As Linda Watson, Ed.D.,CCC-SLP Associate Professor from the Division of Speech and Hearing Sciences at the University of North Carolina, Chapel Hill, NC wrote in different articles familiarity with the literature about the early development of children of Autism will improve the ability of professionals to appropriately diagnose and intervene young children who may have a form of autism.

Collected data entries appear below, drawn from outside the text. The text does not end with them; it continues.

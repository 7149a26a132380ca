/* bench_volumes.c - wall-clock time and peak memory of the Weil-Petersson volume engine
 * (src/volumes, wpvol_table).
 *
 * Usage:  bench_volumes G N THREADS   one table (all g <= G, n <= N) with THREADS threads
 *         bench_volumes compare GMAX  the single V_{g,n}, g = 4..GMAX, n = 0 and 2, by the
 *                                     foundation route (pf_integral of kappa_1^{3g-3+n} with a
 *                                     fresh wk_table, divided by (3g-3+n)!) and by wpvol_table
 *                                     (G = g, N = n, 1 thread), each in its own child process;
 *                                     the two exact values must be identical
 *         bench_volumes               the standard cases: (50,5), (100,5), (3,500), each with
 *                                     1 and 2 threads, one child process per run; then
 *                                     compare 12
 * One process per run makes the peak RSS (getrusage ru_maxrss, KiB on Linux) belong to that run
 * alone.  The timed region is the wpvol_table call only (allocation of the output excluded).
 * Columns: G, N, threads, wall seconds (CLOCK_MONOTONIC), CPU seconds of the process (user +
 * system, all threads; on a shared machine wall time also measures the other load), peak MiB,
 * primes used by the timed call (wpvol_table_ex with wpvol_table's settings), the estimate of
 * wpvol_estimate (single-core seconds), and a checksum of the table (sum over all entries of
 * num mod p and den mod p for p = 2^61-1) so that runs can be compared.
 */
#define _POSIX_C_SOURCE 200809L
#include <stdio.h>
#include <stdlib.h>
#include <string.h>
#include <time.h>
#include <sys/resource.h>
#include <sys/types.h>
#include <sys/wait.h>
#include <unistd.h>

#include <flint/fmpz.h>
#include <flint/fmpq.h>

#include "volumes/wpvol.h"
#include "correlators/wk.h"
#include "correlators/pushforward.h"

/* Seconds elapsed since t0 on the given clock.
   Reads the clock once; t0 must come from the same clock. */
static double bench_since(clockid_t clk, const struct timespec *t0)
{
    struct timespec t1;

    clock_gettime(clk, &t1);
    return (double) (t1.tv_sec - t0->tv_sec) + 1e-9 * (double) (t1.tv_nsec - t0->tv_nsec);
}

/* Peak resident set size of this process in MiB.
   Linux reports ru_maxrss in KiB. */
static double bench_peak_mib(void)
{
    struct rusage ru;

    getrusage(RUSAGE_SELF, &ru);
    return (double) ru.ru_maxrss / 1024.0;
}

/* Checksum of a table: sum of numerators and denominators modulo 2^61 - 1.
   Identical tables give identical checksums. */
static unsigned long bench_checksum(const fmpq *out, slong nv)
{
    const ulong p = (UWORD(1) << 61) - 1;
    ulong s = 0;
    slong k;

    for (k = 0; k < nv; k++)
    {
        s = (s + fmpz_fdiv_ui(fmpq_numref(out + k), p)) % p;
        s = (s + fmpz_fdiv_ui(fmpq_denref(out + k), p)) % p;
    }
    return s;
}

/* One timed table; prints one line.
   Returns 0 on success. */
static int bench_run(slong G, slong N, int threads)
{
    slong nv = (G + 1) * (N + 1), primes = 0;
    fmpq *out = _fmpq_vec_init(nv);
    struct timespec w0, c0;
    double wall, cpu, est_s, est_b;
    int st;

    wpvol_estimate(&est_s, &est_b, G, N);
    clock_gettime(CLOCK_MONOTONIC, &w0);
    clock_gettime(CLOCK_PROCESS_CPUTIME_ID, &c0);
    st = wpvol_table_ex(out, G, N, threads, 62, 1, &primes);   /* = wpvol_table's settings */
    wall = bench_since(CLOCK_MONOTONIC, &w0);
    cpu = bench_since(CLOCK_PROCESS_CPUTIME_ID, &c0);
    printf("%4ld %4ld %2d %9.2f %9.2f %8.1f %6ld %9.1f %20lu%s\n", G, N, threads, wall, cpu,
           bench_peak_mib(), primes, est_s, bench_checksum(out, nv),
           st == WPVOL_OK ? "" : "  (error)");
    fflush(stdout);
    _fmpq_vec_clear(out, nv);
    flint_cleanup_master();
    return st != WPVOL_OK;
}

/* Runs one case in a child process so that its peak memory is its own.
   Returns 0 on success. */
static int bench_child(slong G, slong N, int threads)
{
    pid_t pid;
    int status = 0;

    fflush(stdout);   /* the child must not inherit (and print again) pending output */
    pid = fork();

    if (pid < 0)
        return bench_run(G, N, threads);   /* no fork: run here (peak RSS then cumulative) */
    if (pid == 0)
        _exit(bench_run(G, N, threads));
    if (waitpid(pid, &status, 0) < 0)
        return 1;
    return !(WIFEXITED(status) && WEXITSTATUS(status) == 0);
}

/* Seconds one foundation run may take before its child is stopped (SIGALRM); larger genera of
   the same n are then skipped. */
#define CMP_BUDGET_S 600

/* v = V_{g,n} by the foundation route: pf_integral of kappa_1^{3g-3+n} (fresh memo) / (3g-3+n)!.
   n <= 2 (psi exponents all zero); returns the WK_* status (v = 0 on error). */
static int cmp_foundation(fmpq_t v, slong g, slong n)
{
    slong d[2] = { 0, 0 }, kmult[2] = { 0, 3 * g - 3 + n };
    wk_table *T = wk_table_new();
    fmpz_t f;
    int st;

    if (T == NULL || n > 2)
    {
        wk_table_free(T);
        fmpq_zero(v);
        return WK_LIMIT;
    }
    st = pf_integral(v, T, g, d, n, kmult, 1);
    wk_table_free(T);
    fmpz_init(f);
    fmpz_fac_ui(f, (ulong) (3 * g - 3 + n));
    fmpq_div_fmpz(v, v, f);
    fmpz_clear(f);
    return st;
}

/* v = V_{g,n} by the fast engine: wpvol_table(., g, n, 1), entry (g, n).
   The output table is allocated and freed inside; returns the WPVOL_* status. */
static int cmp_fast(fmpq_t v, slong g, slong n)
{
    slong nv = (g + 1) * (n + 1);
    fmpq *out = _fmpq_vec_init(nv);
    int st = wpvol_table(out, g, n, 1);

    fmpq_set(v, out + g * (n + 1) + n);
    _fmpq_vec_clear(out, nv);
    return st;
}

/* Child body: times one route (whole call, allocation included) and writes
   "status wall cpu peakMiB value" to fd.  Never returns. */
static void cmp_child(int fd, int foundation, slong g, slong n)
{
    struct timespec w0, c0;
    double wall, cpu;
    fmpq_t v;
    char *str;
    FILE *f = fdopen(fd, "w");
    int st;

    if (foundation)
        alarm(CMP_BUDGET_S);
    fmpq_init(v);
    clock_gettime(CLOCK_MONOTONIC, &w0);
    clock_gettime(CLOCK_PROCESS_CPUTIME_ID, &c0);
    st = foundation ? cmp_foundation(v, g, n) : cmp_fast(v, g, n);
    wall = bench_since(CLOCK_MONOTONIC, &w0);
    cpu = bench_since(CLOCK_PROCESS_CPUTIME_ID, &c0);
    str = fmpq_get_str(NULL, 10, v);
    if (f != NULL)
    {
        fprintf(f, "%d %.9f %.9f %.3f %s\n", st, wall, cpu, bench_peak_mib(), str);
        fclose(f);
    }
    flint_free(str);
    fmpq_clear(v);
    flint_cleanup_master();
    _exit(f == NULL || st != 0);
}

/* Reads fd to end of file into a new NUL-terminated string.
   The caller frees the result; NULL if memory runs out. */
static char *cmp_read_all(int fd)
{
    size_t cap = 4096, len = 0;
    char *s = malloc(cap), *t;
    ssize_t r;

    while (s != NULL && (r = read(fd, s + len, cap - len - 1)) > 0)
    {
        len += (size_t) r;
        if (cap - len < 2)
        {
            t = realloc(s, cap *= 2);
            if (t == NULL)
                free(s);
            s = t;
        }
    }
    if (s != NULL)
        s[len] = '\0';
    return s;
}

/* One route's measurement; value is malloc'ed text of the exact rational (NULL unless ok). */
typedef struct { int ok; double wall, cpu, mib; char *value; } cmp_meas;

/* Runs one route in a child process and collects its measurement through a pipe.
   m.ok = 0 when the child failed, was stopped by the alarm, or fork/pipe failed. */
static cmp_meas cmp_measure(int foundation, slong g, slong n)
{
    cmp_meas m = { 0, 0.0, 0.0, 0.0, NULL };
    int fds[2], status = 0, st = -1, off = 0;
    pid_t pid;
    char *text;

    if (pipe(fds) != 0)
        return m;
    fflush(stdout);
    pid = fork();
    if (pid == 0)
    {
        close(fds[0]);
        cmp_child(fds[1], foundation, g, n);
    }
    close(fds[1]);
    text = pid > 0 ? cmp_read_all(fds[0]) : NULL;
    close(fds[0]);
    if (pid > 0 && waitpid(pid, &status, 0) == pid && WIFEXITED(status)
        && WEXITSTATUS(status) == 0 && text != NULL
        && sscanf(text, "%d %lf %lf %lf %n", &st, &m.wall, &m.cpu, &m.mib, &off) == 4 && st == 0)
    {
        text[strcspn(text, "\n")] = '\0';
        m.value = strdup(text + off);
        m.ok = m.value != NULL;
    }
    free(text);
    return m;
}

/* Largest (g, n) so far, in run order, on which both routes finished and agreed. */
typedef struct { slong g, n; double ratio; } cmp_best;

/* Prints one comparison row for (g, n) (tried = 0: foundation skipped); on agreement records
   (g, n, CPU ratio) in *best.  Returns 1 on mismatch or fast-engine failure, else 0. */
static int cmp_row(const cmp_meas *a, const cmp_meas *b, slong g, slong n, int tried,
                   cmp_best *best)
{
    double rw = (b->ok && b->wall > 0.0) ? a->wall / b->wall : 0.0;
    double rc = (b->ok && b->cpu > 0.0) ? a->cpu / b->cpu : 0.0;

    if (!b->ok)
    {
        printf("%3ld %2ld  fast engine failed\n", g, n);
        return 1;
    }
    if (!a->ok)
    {
        printf("%3ld %2ld %10s %10s %9s %10.4f %10.4f %8.1f %8s %8s  ", g, n, "-", "-", "-",
               b->wall, b->cpu, b->mib, "-", "-");
        if (tried)
            printf("foundation not finished (limit %d s, or error)\n", CMP_BUDGET_S);
        else
            printf("foundation skipped (a smaller g did not finish)\n");
        return 0;
    }
    printf("%3ld %2ld %10.4f %10.4f %9.1f %10.4f %10.4f %8.1f %8.1f %8.1f  %s\n", g, n, a->wall,
           a->cpu, a->mib, b->wall, b->cpu, b->mib, rw, rc,
           strcmp(a->value, b->value) == 0 ? "OK" : "MISMATCH");
    if (strcmp(a->value, b->value) != 0)
        return 1;
    best->g = g, best->n = n, best->ratio = rc;
    return 0;
}

/* The compare mode: g = 4..gmax, n = 0 and 2, foundation vs fast engine, one child per run.
   Returns 0 when every finished pair agrees and the fast engine never failed. */
static int bench_compare(slong gmax)
{
    cmp_best best = { -1, -1, 0.0 };
    slong g, n;
    int bad = 0, stopped[3] = { 0, 0, 0 };

    printf("compare: V_{g,n} by pf_integral (fresh wk_table) vs wpvol_table(G=g, N=n, 1 thread);"
           " ratios = foundation / fast (wall, CPU)\n");
    printf("  g  n  found.wall  found.cpu found.MiB  fast.wall   fast.cpu fast.MiB  r(wall)   r(cpu)"
           "  check\n");
    for (g = 4; g <= gmax; g++)
        for (n = 0; n <= 2; n += 2)
        {
            cmp_meas a = { 0, 0.0, 0.0, 0.0, NULL }, b = cmp_measure(0, g, n);
            int tried = !stopped[n];

            if (tried)
                a = cmp_measure(1, g, n);
            stopped[n] |= !a.ok;
            bad |= cmp_row(&a, &b, g, n, tried, &best);
            fflush(stdout);
            free(a.value), free(b.value);
        }
    if (best.g >= 0)
        printf("largest case the foundation route finishes in this run: g=%ld, n=%ld, "
               "ratio %.1f (CPU)\n", best.g, best.n, best.ratio);
    return bad;
}

/* Dispatches on the arguments (see the header comment).
   Returns nonzero if any run failed or the compare mode found a mismatch. */
int main(int argc, char **argv)
{
    static const slong cases[3][2] = { { 50, 5 }, { 100, 5 }, { 3, 500 } };
    static const char *head =
        "   G    N th   wall(s)    cpu(s) peak(MiB) primes   est(s)             checksum\n";
    int c, t, bad = 0;

    if (argc == 3 && strcmp(argv[1], "compare") == 0 && atol(argv[2]) >= 4)
        return bench_compare(atol(argv[2]));
    if (argc == 4)
    {
        printf("%s", head);
        return bench_child(atol(argv[1]), atol(argv[2]), atoi(argv[3]));
    }
    if (argc != 1)
    {
        fprintf(stderr, "usage: %s [G N THREADS | compare GMAX (GMAX >= 4)]\n", argv[0]);
        return 2;
    }
    printf("%s", head);
    fflush(stdout);
    for (c = 0; c < 3; c++)
        for (t = 1; t <= 2; t++)
            bad |= bench_child(cases[c][0], cases[c][1], t);
    printf("\n");
    bad |= bench_compare(12);
    return bad;
}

In her article “Toddlers with Autism, Developmental Perspectives”, she presented the development of young children with Autism by discussing the developmental domains of affective development, sensory processing and attention, praxis and imitation, communication, play and motor features, and stereotyped behaviors.

– Affective development: fewer facial expressions are seen in toddlers with Autism, and fewer are directed to other people. These children are more likely to show ambiguous facial expressions. Retrospective video research has indicated lack of social smiling in infants with Autism.

– Sensory processing, attention and self regulation: Many symptoms, reflective of sensory processing and / or attention disturbances are present among children on the spectrum. Among these symptoms are hypersensitivities to sound, aversion to social touch, avoidance of certain food textures, lack of response to pain, poor orientation to visual stimuli, and over focused attention with sensory features of objects (e.g. spinning objects, licking objects).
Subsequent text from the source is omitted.